Introduction Pancreatitis is a rare, but important complication of thiopurine treatment. The aims of this project were to a) characterise the clinical features of thiopurine-induced pancreatitis and b) identify clinical useful genetic markers that might predict development of this serious adverse drug reaction.

Methods Patients were identified and recruited from 172 sites (128 UK). Inclusion criteria included a) onset of acute severe abdominal pain within three months of starting thiopurine treatment b) ≥ two-fold rise in amylase or lipase c) medical opinion implicating thiopurine therapy and drug withdrawal.
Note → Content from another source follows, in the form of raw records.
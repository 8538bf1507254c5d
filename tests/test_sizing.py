"""Cost estimates and size limits (groundkit.sizing): figures against PySCF and counting, refusals before any SCF."""

from __future__ import annotations

import itertools
import math
import re

import numpy as np
import pytest

import groundkit as gk
from groundkit import chemistry, sizing
from groundkit.objective import Objective

from .conftest import diatomic, water


def cubic_cluster(n: int, symbol: str, spacing: float) -> gk.MoleculeSpec:
    k = math.ceil(n ** (1 / 3))
    grid = [(i, j, m) for i in range(k) for j in range(k) for m in range(k)][:n]
    return gk.MoleculeSpec(symbols=(symbol,) * n, coordinates=tuple(tuple(spacing * x for x in p) for p in grid))


def acetylene() -> gk.MoleculeSpec:  # NIST CCCBDB experimental r(CC) 1.203 Å, r(CH) 1.063 Å (from memory)
    return gk.MoleculeSpec(symbols=("C", "C", "H", "H"), basis="cc-pvdz",
                           coordinates=((0, 0, 0.6015), (0, 0, -0.6015), (0, 0, 1.6645), (0, 0, -1.6645)))


@pytest.fixture
def no_scf(monkeypatch):
    """Any SCF or exact solve fails the test: refusals must come before them."""
    def forbidden(*args, **kwargs):
        raise AssertionError("an SCF or exact solve ran before the refusal")

    monkeypatch.setattr(chemistry, "solve_scf", forbidden)
    monkeypatch.setattr(chemistry, "lowest_states", forbidden)


# figures against outside counts ----------------------------------------------------------------------------------
@pytest.mark.parametrize("molecule", [water(), water("cc-pvdz"), acetylene(), diatomic("Fe", "O", 1.6, basis="6-31g*",
                                                                                         multiplicity=3)])
def test_atomic_orbital_count_is_pyscfs(molecule):
    from pyscf import gto

    mol = gto.M(atom=[(s, c) for s, c in zip(molecule.symbols, molecule.coordinates)], basis=molecule.basis,
                spin=molecule.multiplicity - 1, verbose=0)
    n_ao, weight = sizing.basis_sizes(molecule)
    assert n_ao == mol.nao_nr()  # PySCF (reference library)
    assert weight == sum(mol.bas_nprim(i) * (2 * mol.bas_angular(i) + 1) for i in range(mol.nbas))  # PySCF
    e = gk.cost_estimate(gk.Pipeline(molecule))
    assert e.n_ao == n_ao and e.eri_bytes == 8 * n_ao**4 / 8  # n_ao^4/8 doubles (8-fold symmetry, common practice)


def test_window_determinants_and_qubits_match_the_built_problem_and_pyscf(lih):
    from pyscf.fci import cistring

    for space in (gk.ActiveSpace(), gk.ActiveSpace(electrons=2, orbitals=3), gk.ActiveSpace(frozen_core=True),
                  gk.ActiveSpace(indices=[1, 2, 5])):
        pipeline = gk.Pipeline(lih).active_space(space)
        e = gk.cost_estimate(pipeline)
        problem = pipeline.problem()
        assert (e.window.n_orbitals, e.window.n_alpha, e.window.n_beta, e.window.n_core) == (
            problem.n_orbitals, problem.n_alpha, problem.n_beta, len(problem.active_orbitals.core))  # internal
        strings = cistring.num_strings(problem.n_orbitals, problem.n_alpha) * cistring.num_strings(
            problem.n_orbitals, problem.n_beta)
        assert e.n_determinants == strings  # PySCF (reference library) string counts
        assert e.n_qubits == 2 * problem.n_orbitals


def test_open_shell_window_is_predicted():
    oh = diatomic("O", "H", 0.97, multiplicity=2)
    for space in (gk.ActiveSpace(electrons=3, orbitals=3), gk.ActiveSpace(frozen_core=True)):
        e = gk.cost_estimate(gk.Pipeline(oh).active_space(space))
        problem = gk.Pipeline(oh).active_space(space).problem()
        assert (e.window.n_orbitals, e.window.n_alpha, e.window.n_beta) == (
            problem.n_orbitals, problem.n_alpha, problem.n_beta)  # internal consistency with the resolved space


def test_rotated_pairs_count_by_enumerating_every_string():
    n, na, nb = 6, 2, 2
    trial = gk.UCCSD()
    plan = trial.plan(sizing._Shape(n, na, nb, 1))
    alpha = [s for s in itertools.product((0, 1), repeat=n) if sum(s) == na]
    beta = [s for s in itertools.product((0, 1), repeat=n) if sum(s) == nb]

    def acts(string, ops):  # annihilated orbitals occupied, created ones empty (touched once each)
        return all(string[p] == (0 if creator else 1) for p, creator in ops)

    from groundkit.sector.excitation import split_by_spin

    brute = 0
    for excitation in plan.excitations:
        _, a_ops, b_ops = split_by_spin(excitation)
        brute += sum(acts(sa, a_ops) for sa in alpha) * sum(acts(sb, b_ops) for sb in beta)  # counting by hand
    assert sizing.rotated_pairs(plan.excitations, n, na, nb) == brute


def test_parameters_and_pairs_agree_with_the_engine(lih):
    problem = gk.Pipeline(lih).problem()
    objective = Objective(problem, gk.UCCSD())
    e = gk.cost_estimate(gk.Pipeline(lih))
    assert e.n_parameters == objective.n_parameters  # internal consistency
    n, na, nb = problem.n_orbitals, problem.n_alpha, problem.n_beta
    o, v = na, n - na
    closed_form = 2 * o * v + 2 * math.comb(o, 2) * math.comb(v, 2) + o * o * v * v  # UCCSD count, from memory
    assert e.n_parameters == closed_form
    assert sizing.rotated_pairs(objective.plan.excitations, n, na, nb) == sum(
        s.n_pairs for s in objective.steps.steps)  # internal consistency with the engine's own tables


def test_available_memory_reads_the_machine():
    with open("/proc/meminfo") as fh:
        line = next(x for x in fh if x.startswith("MemAvailable:"))
    reported = 1024.0 * float(line.split()[1])  # the kernel's own figure (common practice, no single source)
    assert sizing.available_memory() == pytest.approx(reported, rel=0.2)
    assert sizing.limits.memory_limit() == pytest.approx(sizing.limits.memory_fraction * reported, rel=0.2)


# refusals before any SCF -----------------------------------------------------------------------------------------
def test_200_atom_hydrogen_cluster_is_refused_before_scf(no_scf):
    h200 = cubic_cluster(200, "H", 0.9)
    for call in (gk.Pipeline(h200).run, gk.Pipeline(h200).objective):
        with pytest.raises(gk.SizeLimitError) as info:
            call()
        message = str(info.value)
        assert "refused before any heavy work" in message and "200 atomic orbitals" in message
        assert "determinants" in message and "integrals" in message
        suggested = re.search(r"ActiveSpace\(electrons=(\d+), orbitals=(\d+)\)", message)
        assert suggested and gk.cost_estimate(gk.Pipeline(h200).active_space(
            electrons=int(suggested[1]), orbitals=int(suggested[2]))).fits, message
    # a machine with 8 GiB to spare cannot hold the 200^4 active-space tensor (11.9 GiB alone): problem() refuses
    with gk.limits.changed(memory_bytes=8 * 2**30):
        with pytest.raises(gk.SizeLimitError, match=r"active-space integrals \(200e, 200o\) needs 17.9 GiB"):
            gk.Pipeline(h200).problem()
    assert ("SCF", h200) not in gk.workspace()


def test_200_atom_carbon_cluster_problem_is_refused_before_scf(no_scf):
    c200 = cubic_cluster(200, "C", 1.4)
    with pytest.raises(gk.SizeLimitError, match=r"1000 atomic orbitals") as info:
        gk.Pipeline(c200).problem()
    assert "limits.scf_seconds" in str(info.value) and "choose a smaller basis set or fewer atoms" in str(info.value)


def test_acetylene_6e_30o_is_refused_with_its_figures(no_scf):
    pipeline = gk.Pipeline(acetylene()).active_space(electrons=6, orbitals=30)
    with pytest.raises(gk.SizeLimitError) as info:
        pipeline.run()
    message = str(info.value)
    assert f"{math.comb(30, 3) ** 2:,}" == "16,483,600" and "16,483,600" in message  # C(30,3)^2, by counting
    assert "qubits: 60" in message and "parameters: 8,829" in message  # the figures
    assert "one energy+gradient would take" in message
    suggested = re.search(r"ActiveSpace\(electrons=(\d+), orbitals=(\d+)\)", message)
    assert suggested, message
    smaller = pipeline.active_space(electrons=int(suggested[1]), orbitals=int(suggested[2]))
    assert gk.cost_estimate(smaller).fits and int(suggested[2]) < 30


def test_estimate_runs_nothing_and_reads_well(no_scf):
    e = gk.cost_estimate(gk.Pipeline(acetylene()).active_space(electrons=6, orbitals=30))
    assert not e.fits and e.n_determinants == 16_483_600 and e.n_qubits == 60 and e.n_parameters == 8829
    text = repr(e)
    for part in ("38 atomic orbitals", "determinants: 16,483,600", "8 CI vectors", "qubits: 60", "REFUSED"):
        assert part in text
    with pytest.raises(gk.ComponentError, match="takes a Pipeline"):
        gk.cost_estimate("water")
    with pytest.raises(gk.ComponentError, match="needs a pipeline with a molecule"):
        gk.cost_estimate(gk.Pipeline())


def test_exact_reference_is_checked_before_pyscf(monkeypatch, h2o):
    problem = gk.Pipeline(h2o).problem()
    problem._states = []
    monkeypatch.setattr(chemistry, "lowest_states", lambda *a, **k: pytest.fail("the exact solve ran"))
    with gk.limits.changed(reference_seconds=1e-9):
        with pytest.raises(gk.SizeLimitError, match=r"exact reference in \(10e, 7o\) refused: .*reference_seconds"):
            problem.lowest_states(1)


def test_qubit_statevectors_are_refused_before_scf(no_scf):
    pipeline = gk.Pipeline(acetylene()).active_space(electrons=6, orbitals=12).trial_state(gk.HardwareEfficient())
    with pytest.raises(gk.SizeLimitError, match="a statevector on 24 qubits .* above the limit of 22 qubits"):
        pipeline.objective()
    sampled = gk.Pipeline(acetylene()).active_space(electrons=6, orbitals=12).estimator(gk.SampledEstimator())
    with pytest.raises(gk.SizeLimitError, match="24 qubits"):
        sampled.run()


def test_small_requests_run_as_before(h2_bohr, h2o):
    result = gk.Pipeline(h2_bohr).run()
    assert result.converged and result.energy == pytest.approx(-1.1373, abs=1e-4)  # Szabo and Ostlund, full CI
    e = gk.cost_estimate(gk.Pipeline(h2o))
    assert e.fits and e.evaluation_seconds < 1 and e.scf_seconds < 1


def test_limits_are_checked_settable_and_restored():
    before = sizing.limits.evaluation_seconds
    with pytest.raises(gk.ComponentError, match="no setting 'evaluation_second'"):
        gk.limits.evaluation_second = 5
    for bad in (-1, 0, float("nan"), "60", True):
        with pytest.raises(gk.ComponentError, match="evaluation_seconds"):
            gk.limits.evaluation_seconds = bad
    with pytest.raises(gk.ComponentError, match="memory_fraction"):
        gk.limits.memory_fraction = 1.5
    with gk.limits.changed(evaluation_seconds=None, memory_bytes=1e9):
        assert gk.limits.evaluation_seconds is None and gk.limits.memory_limit() == 1e9
    assert gk.limits.evaluation_seconds == before and gk.limits.memory_bytes is None


def test_scan_and_grid_are_capped_before_any_scf(no_scf):
    pipeline = gk.Pipeline().trial_state(gk.UCCSD())

    def geometry(r: float) -> gk.MoleculeSpec:
        return diatomic("Li", "H", r)

    with gk.limits.changed(study_seconds=1e-3):
        with pytest.raises(gk.SizeLimitError, match=r"this scan refused before any heavy work: 3 points"):
            pipeline.scan(geometry, [1.4, 1.6, 1.8])
        with pytest.raises(gk.SizeLimitError, match=r"this comparison grid refused .* 2 points"):
            gk.compare(gk.Pipeline(geometry(1.6)), mappings=["jordan-wigner", "parity"])


# options through the pipeline and component names, seeds ---------------------------------------------------------
@pytest.mark.parametrize("build, bad, accepted", [
    (lambda: gk.Pipeline().active_space(elektrons=2), "'elektrons'", "electrons, orbitals"),
    (lambda: gk.Pipeline().estimator("sampled", shotz=10), "'shotz'", "shots"),
    (lambda: gk.Pipeline().mapping("parity", tapering=True), "'tapering'", "taper"),
    (lambda: gk.Pipeline().trial_state("uccsd", k=2), "'k'", "spin_adapted, init"),
    (lambda: gk.Pipeline().minimiser("spsa", seeds=1), "'seeds'", "seed"),
])
def test_unknown_option_names_are_named_with_the_accepted_ones(build, bad, accepted):
    with pytest.raises(gk.GroundkitError, match=f"has no option.*{bad}.*accepted options: .*{accepted}"):
        build()


@pytest.mark.parametrize("build", [lambda s: gk.SampledEstimator(seed=s), lambda s: gk.NoisyEstimator(seed=s),
                                   lambda s: gk.SPSA(seed=s), lambda s: gk.HardwareEfficient(seed=s)])
@pytest.mark.parametrize("seed", [-1, -(2**70), True, 1.5, "7"])
def test_bad_seeds_are_refused(build, seed):
    with pytest.raises(gk.ComponentError, match=r"seed=.*seed must be"):
        build(seed)


def test_numpy_integer_seed_is_accepted():
    assert gk.SampledEstimator(seed=np.int64(3)).seed == 3 and gk.NoisyEstimator(seed=np.uint8(3)).seed == 3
Results We recruited 303 patients. Following adjudication 48 cases classified as definite (recurrent pancreatitis on rechallenge) and 195 cases classified as probable (temporal relationship and no other cause for pancreatitis) were taken forward for analyses. 46% of patients were smokers at the time of development of pancreatitis. Patients were treated with a thiopurine for a median of 19 days (95% CI: 17 – 21) before development of pancreatitis. Most cases were mild, with only 5 cases developing single organ dysfunction. 70% of patients were hospitalised with a median length of stay of 4 days (95% CI: 3.2 – 4.8). Neither age (p = 0.08), drug dose (p = 0.11), BMI (p = 0.73) nor smoking (p = 0.59) predicted length of hospital stay or severity of pancreatitis in multivariate analysis. Using a control cohort of 4,109 Crohn’s disease and ulcerative colitis cases we conducted a genome wide association study with these 239 patients. A significant variant was identified in the Class II MHC region (Odds ratio 3.03, p = 2.63 × 10–20). Dedicated HLA and 1000 genome project imputation refined the association within the MHC (R squared > 0.8 and MAF > 0.01). This association was robust to principle component correction. TPMT genotype was not associated with pancreatitis development (p = 0.99). A second cohort of 100 cases and 500 independent disease controls treated with thiopurines but screened for pancreatitis has been generated to confirm the association.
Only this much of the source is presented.